Record extracts: Begin
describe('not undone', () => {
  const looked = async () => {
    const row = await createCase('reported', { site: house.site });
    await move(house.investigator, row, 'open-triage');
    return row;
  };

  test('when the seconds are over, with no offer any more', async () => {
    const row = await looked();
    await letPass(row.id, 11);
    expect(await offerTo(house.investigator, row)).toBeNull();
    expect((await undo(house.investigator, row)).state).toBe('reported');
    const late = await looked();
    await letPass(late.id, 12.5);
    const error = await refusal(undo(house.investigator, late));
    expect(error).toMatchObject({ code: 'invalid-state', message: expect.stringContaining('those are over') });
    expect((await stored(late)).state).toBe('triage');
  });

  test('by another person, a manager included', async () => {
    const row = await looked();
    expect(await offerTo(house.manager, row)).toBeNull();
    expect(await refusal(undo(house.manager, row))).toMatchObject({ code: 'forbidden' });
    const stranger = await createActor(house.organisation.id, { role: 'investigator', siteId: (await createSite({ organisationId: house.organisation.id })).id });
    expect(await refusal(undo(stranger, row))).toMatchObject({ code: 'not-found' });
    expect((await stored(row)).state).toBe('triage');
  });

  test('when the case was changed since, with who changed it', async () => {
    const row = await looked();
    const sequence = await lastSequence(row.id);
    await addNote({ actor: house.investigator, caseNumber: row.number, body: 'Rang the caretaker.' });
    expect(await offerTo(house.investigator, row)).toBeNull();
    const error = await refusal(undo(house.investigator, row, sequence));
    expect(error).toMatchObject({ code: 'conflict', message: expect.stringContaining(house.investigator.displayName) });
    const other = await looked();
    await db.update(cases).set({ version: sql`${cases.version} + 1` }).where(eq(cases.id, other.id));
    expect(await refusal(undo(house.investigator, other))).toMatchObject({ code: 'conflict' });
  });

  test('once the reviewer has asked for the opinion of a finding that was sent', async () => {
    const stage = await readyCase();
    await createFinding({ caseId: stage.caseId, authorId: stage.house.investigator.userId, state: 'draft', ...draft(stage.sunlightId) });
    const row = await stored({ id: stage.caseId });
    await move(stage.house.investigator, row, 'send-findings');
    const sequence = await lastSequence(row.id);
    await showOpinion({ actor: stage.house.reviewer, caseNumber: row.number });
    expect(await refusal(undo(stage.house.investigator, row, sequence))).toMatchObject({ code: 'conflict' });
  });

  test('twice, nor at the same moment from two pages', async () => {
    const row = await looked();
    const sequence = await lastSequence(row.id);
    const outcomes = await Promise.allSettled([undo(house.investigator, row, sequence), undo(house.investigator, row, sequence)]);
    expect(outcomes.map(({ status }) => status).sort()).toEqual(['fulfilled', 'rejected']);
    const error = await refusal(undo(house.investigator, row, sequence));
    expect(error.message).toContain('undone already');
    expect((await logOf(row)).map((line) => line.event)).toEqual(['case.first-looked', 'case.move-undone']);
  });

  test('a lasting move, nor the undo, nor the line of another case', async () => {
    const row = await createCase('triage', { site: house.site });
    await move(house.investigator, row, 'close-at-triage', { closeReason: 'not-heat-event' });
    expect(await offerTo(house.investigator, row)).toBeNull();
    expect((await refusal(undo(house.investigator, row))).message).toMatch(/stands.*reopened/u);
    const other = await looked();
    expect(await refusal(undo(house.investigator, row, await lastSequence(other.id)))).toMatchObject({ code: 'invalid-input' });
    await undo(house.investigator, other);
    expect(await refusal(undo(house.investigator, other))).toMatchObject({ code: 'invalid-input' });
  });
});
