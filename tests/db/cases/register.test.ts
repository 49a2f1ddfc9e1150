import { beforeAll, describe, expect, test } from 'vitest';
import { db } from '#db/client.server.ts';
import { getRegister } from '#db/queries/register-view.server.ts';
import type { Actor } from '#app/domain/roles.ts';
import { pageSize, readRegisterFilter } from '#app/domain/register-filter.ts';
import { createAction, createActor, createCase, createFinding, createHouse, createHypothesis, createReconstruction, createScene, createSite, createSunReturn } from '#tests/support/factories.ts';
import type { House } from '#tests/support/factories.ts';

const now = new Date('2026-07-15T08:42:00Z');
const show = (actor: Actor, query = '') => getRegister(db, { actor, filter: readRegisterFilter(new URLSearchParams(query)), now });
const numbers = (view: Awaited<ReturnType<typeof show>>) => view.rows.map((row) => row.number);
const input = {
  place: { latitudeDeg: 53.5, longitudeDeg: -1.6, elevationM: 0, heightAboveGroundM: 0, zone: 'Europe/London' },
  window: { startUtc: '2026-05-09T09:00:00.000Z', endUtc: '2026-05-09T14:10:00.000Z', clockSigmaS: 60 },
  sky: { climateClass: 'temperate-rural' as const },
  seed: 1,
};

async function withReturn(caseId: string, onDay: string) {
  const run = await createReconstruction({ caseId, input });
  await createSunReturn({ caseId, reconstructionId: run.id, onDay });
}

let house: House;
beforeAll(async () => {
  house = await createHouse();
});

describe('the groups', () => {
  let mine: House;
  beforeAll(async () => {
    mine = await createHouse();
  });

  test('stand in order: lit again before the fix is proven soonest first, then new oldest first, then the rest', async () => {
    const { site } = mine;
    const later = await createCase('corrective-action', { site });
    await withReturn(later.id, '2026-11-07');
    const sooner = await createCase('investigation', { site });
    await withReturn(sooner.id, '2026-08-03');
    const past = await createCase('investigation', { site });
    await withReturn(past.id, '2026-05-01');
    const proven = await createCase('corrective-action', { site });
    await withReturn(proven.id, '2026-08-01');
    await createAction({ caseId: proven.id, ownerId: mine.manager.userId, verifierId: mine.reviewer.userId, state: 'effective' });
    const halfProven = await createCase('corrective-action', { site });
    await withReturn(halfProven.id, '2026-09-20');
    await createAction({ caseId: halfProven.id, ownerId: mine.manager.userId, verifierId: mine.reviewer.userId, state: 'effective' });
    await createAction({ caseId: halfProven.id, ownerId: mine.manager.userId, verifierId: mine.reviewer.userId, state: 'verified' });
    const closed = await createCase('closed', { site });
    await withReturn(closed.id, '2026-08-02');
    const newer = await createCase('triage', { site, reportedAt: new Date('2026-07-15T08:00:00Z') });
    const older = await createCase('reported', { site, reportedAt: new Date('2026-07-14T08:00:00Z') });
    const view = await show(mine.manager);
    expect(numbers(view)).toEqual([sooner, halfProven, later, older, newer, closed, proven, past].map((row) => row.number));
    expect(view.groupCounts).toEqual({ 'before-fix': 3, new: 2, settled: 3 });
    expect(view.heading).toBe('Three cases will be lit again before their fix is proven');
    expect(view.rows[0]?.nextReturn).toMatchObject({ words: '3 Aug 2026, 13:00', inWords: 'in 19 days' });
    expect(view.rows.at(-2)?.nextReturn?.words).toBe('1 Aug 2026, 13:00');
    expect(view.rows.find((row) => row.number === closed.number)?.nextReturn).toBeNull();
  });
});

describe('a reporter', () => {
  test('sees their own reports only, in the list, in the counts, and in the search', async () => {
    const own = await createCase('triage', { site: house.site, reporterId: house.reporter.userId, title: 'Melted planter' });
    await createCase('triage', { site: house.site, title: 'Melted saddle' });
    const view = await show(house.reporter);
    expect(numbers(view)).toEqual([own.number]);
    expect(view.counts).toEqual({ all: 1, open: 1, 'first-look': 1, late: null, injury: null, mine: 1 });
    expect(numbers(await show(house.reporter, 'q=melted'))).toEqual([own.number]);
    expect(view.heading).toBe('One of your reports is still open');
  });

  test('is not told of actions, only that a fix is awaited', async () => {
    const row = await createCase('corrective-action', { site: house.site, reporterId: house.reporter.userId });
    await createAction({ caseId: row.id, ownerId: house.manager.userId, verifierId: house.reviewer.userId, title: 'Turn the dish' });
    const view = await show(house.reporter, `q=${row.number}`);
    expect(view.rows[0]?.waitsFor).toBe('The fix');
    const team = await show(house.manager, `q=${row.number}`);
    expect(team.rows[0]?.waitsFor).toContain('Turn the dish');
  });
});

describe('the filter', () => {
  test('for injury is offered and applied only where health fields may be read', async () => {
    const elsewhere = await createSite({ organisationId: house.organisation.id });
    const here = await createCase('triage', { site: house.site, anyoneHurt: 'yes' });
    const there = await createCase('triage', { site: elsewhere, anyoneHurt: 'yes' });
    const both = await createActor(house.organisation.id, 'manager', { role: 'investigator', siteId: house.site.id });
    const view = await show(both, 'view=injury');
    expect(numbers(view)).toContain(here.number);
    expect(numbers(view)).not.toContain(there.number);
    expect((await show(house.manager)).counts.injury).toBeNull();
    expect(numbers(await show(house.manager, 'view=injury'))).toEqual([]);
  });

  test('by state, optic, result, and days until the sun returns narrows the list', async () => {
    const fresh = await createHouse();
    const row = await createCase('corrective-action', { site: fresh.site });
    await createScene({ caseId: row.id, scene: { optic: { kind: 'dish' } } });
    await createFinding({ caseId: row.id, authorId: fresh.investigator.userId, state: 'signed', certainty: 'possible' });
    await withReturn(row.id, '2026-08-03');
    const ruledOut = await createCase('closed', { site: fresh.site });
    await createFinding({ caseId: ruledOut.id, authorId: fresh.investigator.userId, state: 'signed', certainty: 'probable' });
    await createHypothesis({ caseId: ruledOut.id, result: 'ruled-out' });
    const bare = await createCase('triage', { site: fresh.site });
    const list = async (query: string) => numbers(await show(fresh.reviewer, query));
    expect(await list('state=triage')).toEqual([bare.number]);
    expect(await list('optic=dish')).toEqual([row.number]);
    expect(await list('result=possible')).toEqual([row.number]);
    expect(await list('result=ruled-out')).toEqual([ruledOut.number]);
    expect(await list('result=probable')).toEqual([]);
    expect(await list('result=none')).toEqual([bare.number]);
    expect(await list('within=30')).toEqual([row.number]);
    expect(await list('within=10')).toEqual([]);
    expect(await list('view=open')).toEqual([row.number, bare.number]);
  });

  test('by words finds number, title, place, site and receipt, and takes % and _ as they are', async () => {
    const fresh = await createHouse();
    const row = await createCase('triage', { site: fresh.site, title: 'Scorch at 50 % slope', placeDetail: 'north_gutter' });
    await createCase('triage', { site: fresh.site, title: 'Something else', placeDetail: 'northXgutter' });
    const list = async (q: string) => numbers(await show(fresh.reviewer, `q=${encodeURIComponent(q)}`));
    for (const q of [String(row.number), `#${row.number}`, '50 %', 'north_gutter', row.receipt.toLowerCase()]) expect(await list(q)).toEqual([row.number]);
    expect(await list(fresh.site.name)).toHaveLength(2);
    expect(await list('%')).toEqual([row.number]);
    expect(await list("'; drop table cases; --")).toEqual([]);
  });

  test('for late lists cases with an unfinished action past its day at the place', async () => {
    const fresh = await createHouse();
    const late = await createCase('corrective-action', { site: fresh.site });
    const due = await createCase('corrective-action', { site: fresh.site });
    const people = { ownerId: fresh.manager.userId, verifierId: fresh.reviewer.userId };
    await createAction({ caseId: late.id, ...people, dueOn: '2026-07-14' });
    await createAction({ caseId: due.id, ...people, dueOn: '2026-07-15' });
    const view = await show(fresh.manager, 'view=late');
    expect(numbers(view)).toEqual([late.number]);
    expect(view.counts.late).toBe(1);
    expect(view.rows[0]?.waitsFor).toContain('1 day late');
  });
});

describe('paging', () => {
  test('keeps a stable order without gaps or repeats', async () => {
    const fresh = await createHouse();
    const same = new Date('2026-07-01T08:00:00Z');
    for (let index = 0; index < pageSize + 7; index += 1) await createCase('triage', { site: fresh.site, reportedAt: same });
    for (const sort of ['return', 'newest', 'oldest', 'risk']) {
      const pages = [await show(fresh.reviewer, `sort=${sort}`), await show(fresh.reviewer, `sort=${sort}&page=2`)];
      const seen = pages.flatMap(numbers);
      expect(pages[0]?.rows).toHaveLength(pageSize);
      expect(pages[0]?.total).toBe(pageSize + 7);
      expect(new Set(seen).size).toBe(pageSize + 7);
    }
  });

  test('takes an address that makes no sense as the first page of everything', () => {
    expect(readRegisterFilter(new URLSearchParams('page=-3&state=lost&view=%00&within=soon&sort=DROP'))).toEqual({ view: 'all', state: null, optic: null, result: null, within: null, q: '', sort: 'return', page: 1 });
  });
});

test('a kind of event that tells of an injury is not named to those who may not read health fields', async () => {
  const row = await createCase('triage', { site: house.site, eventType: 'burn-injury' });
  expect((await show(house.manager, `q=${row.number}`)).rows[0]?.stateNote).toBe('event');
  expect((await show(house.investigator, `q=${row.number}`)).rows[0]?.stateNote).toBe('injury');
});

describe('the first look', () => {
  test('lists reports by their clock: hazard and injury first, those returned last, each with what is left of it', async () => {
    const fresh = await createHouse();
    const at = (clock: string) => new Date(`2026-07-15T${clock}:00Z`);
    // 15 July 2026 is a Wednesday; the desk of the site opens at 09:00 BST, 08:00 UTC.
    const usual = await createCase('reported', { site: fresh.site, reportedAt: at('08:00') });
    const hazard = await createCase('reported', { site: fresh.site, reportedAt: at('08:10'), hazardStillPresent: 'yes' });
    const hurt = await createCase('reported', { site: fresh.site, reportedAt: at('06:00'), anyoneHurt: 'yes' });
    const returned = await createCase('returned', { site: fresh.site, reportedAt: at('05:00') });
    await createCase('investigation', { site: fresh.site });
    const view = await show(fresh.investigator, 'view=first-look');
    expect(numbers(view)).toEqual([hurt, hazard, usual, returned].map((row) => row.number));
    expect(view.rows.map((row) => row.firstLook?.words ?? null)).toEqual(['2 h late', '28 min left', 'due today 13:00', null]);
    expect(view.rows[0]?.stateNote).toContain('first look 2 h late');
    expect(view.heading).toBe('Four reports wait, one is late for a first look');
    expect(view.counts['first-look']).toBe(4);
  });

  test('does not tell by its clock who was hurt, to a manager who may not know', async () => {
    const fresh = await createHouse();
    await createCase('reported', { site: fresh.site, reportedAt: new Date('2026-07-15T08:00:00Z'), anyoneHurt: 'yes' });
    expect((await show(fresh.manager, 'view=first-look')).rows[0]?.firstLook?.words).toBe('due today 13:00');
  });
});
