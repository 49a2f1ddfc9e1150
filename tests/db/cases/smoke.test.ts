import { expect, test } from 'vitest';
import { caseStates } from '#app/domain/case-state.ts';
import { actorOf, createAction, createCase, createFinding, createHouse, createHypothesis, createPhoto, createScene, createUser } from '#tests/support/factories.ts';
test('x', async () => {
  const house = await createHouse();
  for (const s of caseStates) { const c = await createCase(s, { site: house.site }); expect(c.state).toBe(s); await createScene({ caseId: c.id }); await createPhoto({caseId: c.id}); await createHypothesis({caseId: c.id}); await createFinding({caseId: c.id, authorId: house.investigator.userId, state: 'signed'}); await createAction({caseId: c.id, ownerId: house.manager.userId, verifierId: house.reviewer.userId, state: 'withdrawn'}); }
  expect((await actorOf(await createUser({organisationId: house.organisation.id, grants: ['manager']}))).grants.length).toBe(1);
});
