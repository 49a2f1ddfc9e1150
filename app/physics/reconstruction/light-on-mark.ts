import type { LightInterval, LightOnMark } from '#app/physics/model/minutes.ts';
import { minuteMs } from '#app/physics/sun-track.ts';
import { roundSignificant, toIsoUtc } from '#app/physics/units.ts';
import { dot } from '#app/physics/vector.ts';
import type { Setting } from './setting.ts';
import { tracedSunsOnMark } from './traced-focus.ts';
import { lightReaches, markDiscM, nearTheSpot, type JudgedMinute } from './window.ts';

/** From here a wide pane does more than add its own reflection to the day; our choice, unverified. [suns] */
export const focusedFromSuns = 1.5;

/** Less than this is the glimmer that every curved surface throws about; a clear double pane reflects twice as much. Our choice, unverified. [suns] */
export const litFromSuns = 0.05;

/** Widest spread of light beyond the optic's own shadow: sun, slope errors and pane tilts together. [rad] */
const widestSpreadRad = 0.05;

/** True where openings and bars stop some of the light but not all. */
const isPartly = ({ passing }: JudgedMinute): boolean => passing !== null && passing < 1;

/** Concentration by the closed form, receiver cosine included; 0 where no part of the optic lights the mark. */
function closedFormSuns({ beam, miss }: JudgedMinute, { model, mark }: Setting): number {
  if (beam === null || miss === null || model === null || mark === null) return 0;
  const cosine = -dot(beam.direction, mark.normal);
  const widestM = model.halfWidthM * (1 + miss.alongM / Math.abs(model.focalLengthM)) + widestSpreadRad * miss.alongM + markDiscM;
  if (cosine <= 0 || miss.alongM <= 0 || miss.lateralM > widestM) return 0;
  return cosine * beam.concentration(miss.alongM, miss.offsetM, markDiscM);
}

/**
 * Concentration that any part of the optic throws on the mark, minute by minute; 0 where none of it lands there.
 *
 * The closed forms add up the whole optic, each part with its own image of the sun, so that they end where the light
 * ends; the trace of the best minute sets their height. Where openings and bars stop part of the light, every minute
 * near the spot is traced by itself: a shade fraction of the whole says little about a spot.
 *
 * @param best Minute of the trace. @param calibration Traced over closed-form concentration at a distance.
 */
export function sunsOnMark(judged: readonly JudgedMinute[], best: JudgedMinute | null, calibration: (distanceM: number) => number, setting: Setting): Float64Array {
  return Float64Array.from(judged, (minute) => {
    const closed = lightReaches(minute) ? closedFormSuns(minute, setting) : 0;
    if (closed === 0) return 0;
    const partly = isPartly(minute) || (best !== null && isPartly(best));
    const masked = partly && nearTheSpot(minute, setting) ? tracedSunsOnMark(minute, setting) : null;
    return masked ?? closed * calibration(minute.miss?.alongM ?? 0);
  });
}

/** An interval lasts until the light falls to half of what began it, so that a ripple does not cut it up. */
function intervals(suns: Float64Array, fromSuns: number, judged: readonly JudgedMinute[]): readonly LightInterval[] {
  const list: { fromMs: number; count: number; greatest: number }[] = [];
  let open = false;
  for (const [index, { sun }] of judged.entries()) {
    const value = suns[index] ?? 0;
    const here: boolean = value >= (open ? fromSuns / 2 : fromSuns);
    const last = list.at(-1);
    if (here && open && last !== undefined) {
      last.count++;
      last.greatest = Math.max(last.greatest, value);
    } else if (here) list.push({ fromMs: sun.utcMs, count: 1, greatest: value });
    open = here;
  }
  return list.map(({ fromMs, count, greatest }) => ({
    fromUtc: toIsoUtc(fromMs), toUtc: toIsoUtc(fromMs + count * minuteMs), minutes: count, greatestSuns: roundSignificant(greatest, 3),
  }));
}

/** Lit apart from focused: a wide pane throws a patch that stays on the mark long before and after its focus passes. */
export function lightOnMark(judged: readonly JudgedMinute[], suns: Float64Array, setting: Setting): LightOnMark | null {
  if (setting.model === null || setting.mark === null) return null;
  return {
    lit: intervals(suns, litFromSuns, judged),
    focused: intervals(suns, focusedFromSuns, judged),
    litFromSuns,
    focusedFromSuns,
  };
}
Record extracts: End
Problem: Could you transcribe the entries exactly, from the first line through the line containing "const late = await looked();", and give nothing more?

Written answer:
describe('not undone', () => {
  const looked = async () => {
    const row = await createCase('reported', { site: house.site });
    await move(house.investigator, row, 'open-triage');
    return row;
  };

  test('when the seconds are over, with no offer any more', async () => {
    const row = await looked();
    await letPass(row.id, 11);
    expect(await offerTo(house.investigator, row)).toBeNull();
    expect((await undo(house.investigator, row)).state).toBe('reported');
    const late = await looked();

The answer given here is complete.